Suburbs
The American Dream was redefined in the aftermath of World War II, thanks in large part to builders such as the Levitt family, who first developed six square miles of farmland in Long Island, New York into a new kind of planned community called Levittown. Suburbs like Levittown sprang up all over America, giving white working class families their first chance at homeownership while effectively excluding nonwhites from the same opportunity. This unit begins with the architecture of the 1950s suburbs and moves outward to the economic and sociological aspects of “white flight,” while also looking at how film and popular culture reflected contrasting images of cities and small towns in ways that propelled this “suburban revolution.”
The Sixties
Few decades were as turbulent or eventful as the 1960s. The struggle for African-American civil rights in the South led to the Black Power movement and served as the catalyst for rights movements by Latina/o, Asian, and Native Americans as well as women and LGBT Americans. Students demonstrated against the Vietnam War and the limits of free speech at American colleges and sought alternative forms of spirituality and community. All the while, musicians like Bob Dylan and Aretha Franklin turned popular culture into a mode of social commentary. In Amcon 202, we examine the 1960s from all these angles and more.
Citizenblog Project
Among the many ways the internet has transformed American culture in our own time is by turning ordinary citizens into journalists who use Twitter, youtube, and political blogs to disseminate information. In this project, students examine how information has been democratized by citizens who serve as witnesses to events and interpreters of issues. Students then become citizen journalists themselves, contributing regular posts throughout the term to a class-run “Citizenblog” site.
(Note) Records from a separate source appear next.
import { describe, expect, test } from "vitest";
import { normaliseEmail, retryAfterMs, THROTTLE } from "@/lib/auth/throttle";

const MIN = 60_000;
const NOW = new Date("2025-03-03T08:00:00.000Z");
/** Failures at these many minutes before NOW. */
const ago = (...minutes: number[]) => minutes.map((m) => new Date(NOW.getTime() - m * MIN));
/** `n` failures evenly spread from `oldest` minutes ago towards now (the newest oldest/n minutes ago). */
const spread = (n: number, oldest: number) => ago(...Array.from({ length: n }, (_, i) => oldest * (1 - i / n)));
/** `n` failures one minute apart, the newest `newest` minutes ago. */
const minutely = (n: number, newest: number) => ago(...Array.from({ length: n }, (_, i) => newest + n - 1 - i));

describe("the policy", () => {
  // The numbers the brief fixes: 15 minutes, 5 per account, 20 per address.
  test("is 5 failures per account and 20 per address in a 15-minute window", () => {
    expect(THROTTLE).toEqual({ windowMs: 15 * MIN, maxFailuresPerAccount: 5, maxFailuresPerAddress: 20 });
  });
});

describe("retryAfterMs", () => {
  // Expected wait = (oldest of the newest `max` failures) + 15 min − now, worked out by hand.
  test.each<[string, Date[], Date[], number]>([
    ["no failures at all", [], [], 0],
    ["4 account failures: under the limit", spread(4, 10), [], 0],
    ["19 address failures: under the limit", [], spread(19, 14), 0],
    ["5 account failures, oldest 10 min ago: wait 5 min", spread(5, 10), [], 5 * MIN],
    ["5 account failures, oldest 1 min ago: wait 14 min", spread(5, 1), [], 14 * MIN],
    ["5 account failures given newest first: order does not matter", spread(5, 10).reverse(), [], 5 * MIN],
    ["7 account failures (10…4 min ago): the newest 5 count, oldest of those 8 min ago", minutely(7, 4), [], 7 * MIN],
    ["20 address failures, oldest 12 min ago: wait 3 min", [], spread(20, 12), 3 * MIN],
    ["account and address both over: the longer wait wins", spread(5, 14), spread(20, 12), 3 * MIN],
    ["account over, address under: the account's wait", spread(5, 6), spread(19, 14), 9 * MIN],
    ["address over, account under: the address's wait", spread(4, 14), spread(20, 5), 10 * MIN],
    ["oldest counted failure exactly 15 min ago: it has left the window", ago(15, 4, 3, 2, 1), [], 0],
    ["oldest counted failure 1 ms short of 15 min: wait 1 ms", [new Date(NOW.getTime() - 15 * MIN + 1), ...ago(4, 3, 2, 1)], [], 1],
    ["5 old failures (20…16 min ago), all outside the window", minutely(5, 16), [], 0],
    ["6 failures, one outside the window: the 5 inside still throttle", ago(16, 10, 8, 6, 4, 2), [], 5 * MIN],
    ["20 address failures (40…21 min ago), all outside the window", [], minutely(20, 21), 0],
  ])("%s", (_label, accountFailures, addressFailures, expected) => {
    expect(retryAfterMs({ accountFailures, addressFailures }, NOW)).toBe(expected);
  });

  test("a policy passed in replaces the default", () => {
    const policy = { windowMs: MIN, maxFailuresPerAccount: 2, maxFailuresPerAddress: 3 } as const;
    // Two failures 30 s and 10 s ago: the older leaves a 1-minute window in 30 s.
    const two = [new Date(NOW.getTime() - 30_000), new Date(NOW.getTime() - 10_000)];
    expect(retryAfterMs({ accountFailures: two, addressFailures: [] }, NOW, policy)).toBe(30_000);
    expect(retryAfterMs({ accountFailures: [], addressFailures: two }, NOW, policy)).toBe(0);
    expect(retryAfterMs({ accountFailures: two, addressFailures: [] }, NOW)).toBe(0);
  });
});

describe("normaliseEmail", () => {
  // The account counter is keyed by the normalised e-mail, so case or spaces cannot dodge it.
  test.each([
    ["Wren@Workshop.TEST", "wren@workshop.test"],
    ["  wren@workshop.test\t", "wren@workshop.test"],
    ["wren@workshop.test", "wren@workshop.test"],
  ])("%j → %j", (input, expected) => {
    expect(normaliseEmail(input)).toBe(expected);
  });
});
They report on civic or political events happening on campus, in Northfield, or in their home towns, and contribute their voices to ongoing conversations on national and global issues.
American Empire?
The United States came into existence by liberating itself from the British empire and steering clear of many of the struggles among the warring empires of the 19th and early 20th centuries. Yet many people abroad describe America’s economic, military and cultural power — exercised against Mexico and Native Americans in the 19th Century or in the Americas in the first decades of the 20th Century and throughout the globe after World War II — as “imperial” in its own right. In this unit, we study the origin and development of American global power and ask whether it is fitting to consider the United States a modern-day empire. We look at America’s overt and covert military activities of the 20th and 21st centuries, consider the reach of American corporations and popular culture, and ask what sort of world power the United States should be.